4. For read-only instances, perform write operations on the primary instance.

**Verification**
- Confirm instance status is `Running` and `LockMode` is `Unlock`.
- Retry the original operation successfully.

### Problem 4: Quota or Resource Limits Exceeded

**Symptoms**
- Error message: `QuotaExceeded.CreateInstance`
- Error message: `InsufficientBalance`
- Error message: `QuotaExceeded.DBName`
- Behavior: Creation/modification requests fail despite valid configuration
- Context: New deployments or scaling operations in constrained accounts

**Root Cause**
Your account has hit service quotas (e.g., max instances per region) or financial limits (insufficient balance). Common scenarios:
- Default quota of 10 RDS instances per region
- Database/account count limits per instance
- Unpaid bills triggering service suspension

**Solution**
1. Check current usage and quotas:
   ```bash
   aliyun rds DescribeResourceUsage --DBInstanceId <your-instance-id>
   ```
2. Request quota increase via **Alibaba Cloud Console > Quota Center**.
3. Add funds to your account if `InsufficientBalance` appears.
4. Delete unused databases/accounts to free quota:
   ```bash
   aliyun rds DeleteDatabase \
     --DBInstanceId <your-instance-id> \
     --DBName <unused-db>
   ```

**Verification**
- After quota adjustment or cleanup, retry the operation.
- Monitor **Billing Management** for payment confirmation.
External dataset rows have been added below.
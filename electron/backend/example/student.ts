import type { QuantityKey } from '../../../shared-core/units/types.ts';
import { absorbanceOf } from './artefacts.ts';
import { createRandom } from './random.ts';
import type { SimulatedSpectrum } from './simulate.ts';
import {
  analyse,
  slippedLines,
  type Course,
  type StudentLines,
  type StudentValues,
} from './student-analysis.ts';
import { readLines, type ReadLine, type ReadingHabits } from './student-reading.ts';
import { writeDown, type ReportUnits } from './student-report.ts';
import type { SlipCode } from './student-slips.ts';

export interface StudentOptions {
  readonly seed: number;
  /** Seed of the way in which slips play out; `seed` where absent. */
  readonly slipSeed?: number;
  readonly course: Course;
  readonly spectrum: SimulatedSpectrum;
  readonly habits: ReadingHabits;
  readonly units: ReportUnits;
  readonly slips: readonly SlipCode[];
}

/** What an invented student hands in, and what they would have handed in without the slips. */
export interface StudentWork {
  /** Lines as numbered by the student. */
  readonly lines: readonly ReadLine[];
  readonly texts: Partial<Record<QuantityKey, string>>;
  /** Standard units, unrounded, slips of analysis included, slips of writing not. */
  readonly values: StudentValues;
  /** The same method on the same readings without any slip. */
  readonly unslipped: StudentValues;
  /** Cells of the unslipped work, rounded alike. */
  readonly unslippedTexts: Partial<Record<QuantityKey, string>>;
}

/** Reads lines off the file, fits by the course's method, derives, rounds, and slips where told to. */
export function studentWork(options: StudentOptions): StudentWork {
  const { course, spectrum, seed } = options;
  const slips = new Set(options.slips);
  const absorbance = absorbanceOf(spectrum.transmittance);
  const read = (isotopologue: string | undefined): readonly ReadLine[] => {
    const band = spectrum.truth.bands.find(
      (each) => each.isotopologue === isotopologue && each.band === '1-0',
    );
    if (!band) return [];
    return readLines(spectrum.wavenumberPerCm, absorbance, band, options.habits, createRandom(seed, 41));
  };
  const partner = spectrum.truth.bands.find(
    (band) => band.gas === course.gas && band.isotopologue !== course.isotopologue,
  );
  const lines: StudentLines = { asked: read(course.isotopologue), heavy: read(partner?.isotopologue) };
  const slipSeed = options.slipSeed ?? seed;
  const values = analyse(lines, course, slips, createRandom(slipSeed, 42));
  const unslipped = analyse(lines, course, new Set(), createRandom(seed, 42));
  const write = (of: StudentValues, which: ReadonlySet<SlipCode>): StudentWork['texts'] =>
    writeDown(of, course, options.units, which, createRandom(slipSeed, 43));
  return {
    lines: slippedLines(lines, (code) => slips.has(code), createRandom(slipSeed, 42)),
    texts: write(values, slips),
    values,
    unslipped,
    unslippedTexts: write(unslipped, new Set()),
  };
}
### Problem 5: Network or Region Configuration Mismatch

**Symptoms**
- Error message: `InvalidVSwitchId.Mismatch`
- Error message: `RegionUnauthorized`
- Error message: `InvalidPrivateIpAddress.Mismatch`
- Behavior: VPC-related operations fail during instance creation or migration
- Context: Deploying across zones/VPCs without proper alignment

**Root Cause**
Network resources must align geographically and topologically:
- VSwitch must reside in the same zone as the RDS instance
- Private IP must belong to the VSwitch CIDR block
- User lacks permissions to create resources in the target region

**Solution**
1. Confirm zone compatibility:
   ```bash
   aliyun vpc DescribeVSwitches \
     --VpcId <your-vpc> \
     --ZoneId <target-zone>
   ```
2. Ensure private IP is within VSwitch range (e.g., VSwitch CIDR `192.168.0.0/24` → IP `192.168.0.10`).
3. Grant region access via **Resource Access Management (RAM)** if `RegionUnauthorized` occurs.
4. For VPC migration, verify no public connections exist (`PublicConnectionExists`).

**Verification**
- Successful VPC association or instance creation in target zone.
- Network connectivity test from ECS in same VPC.

## FAQ

**Q: How do I check if my RDS instance is healthy?**  
A: Use the `DescribeDBInstanceAttribute` API to verify `DBInstanceStatus` is `Running` and `LockMode` is `Unlock`. Monitor metrics like CPU, memory, and IOPS in the RDS console.

**Q: What permissions are needed to manage RDS instances via API?**  
A: The RAM user requires policies such as `AliyunRDSFullAccess` for full control or custom policies granting specific actions (e.g., `rds:DescribeDBInstances`, `rds:ModifyDBInstanceSpec`).

**Q: How do I enable debug logging for API requests?**  
A: Use the Alibaba Cloud CLI with `--debug` flag:
```bash
aliyun rds DescribeDBInstances --RegionId cn-hangzhou --debug
```
This outputs full request/response headers and bodies for diagnosis.

**Q: What are common causes of timeout errors during large operations?**  
A: Timeouts typically occur during large backups, imports, or storage scaling. Ensure your client timeout setting exceeds the operation’s expected duration (e.g., 30+ minutes for TB-scale data).

**Q: How do I roll back a failed instance modification?**  
A: Most modifications (e.g., spec changes) are atomic and automatically rolled back on failure. For parameter changes, revert to a previous configuration template via **RDS Console > Parameters > Apply Historical Template**.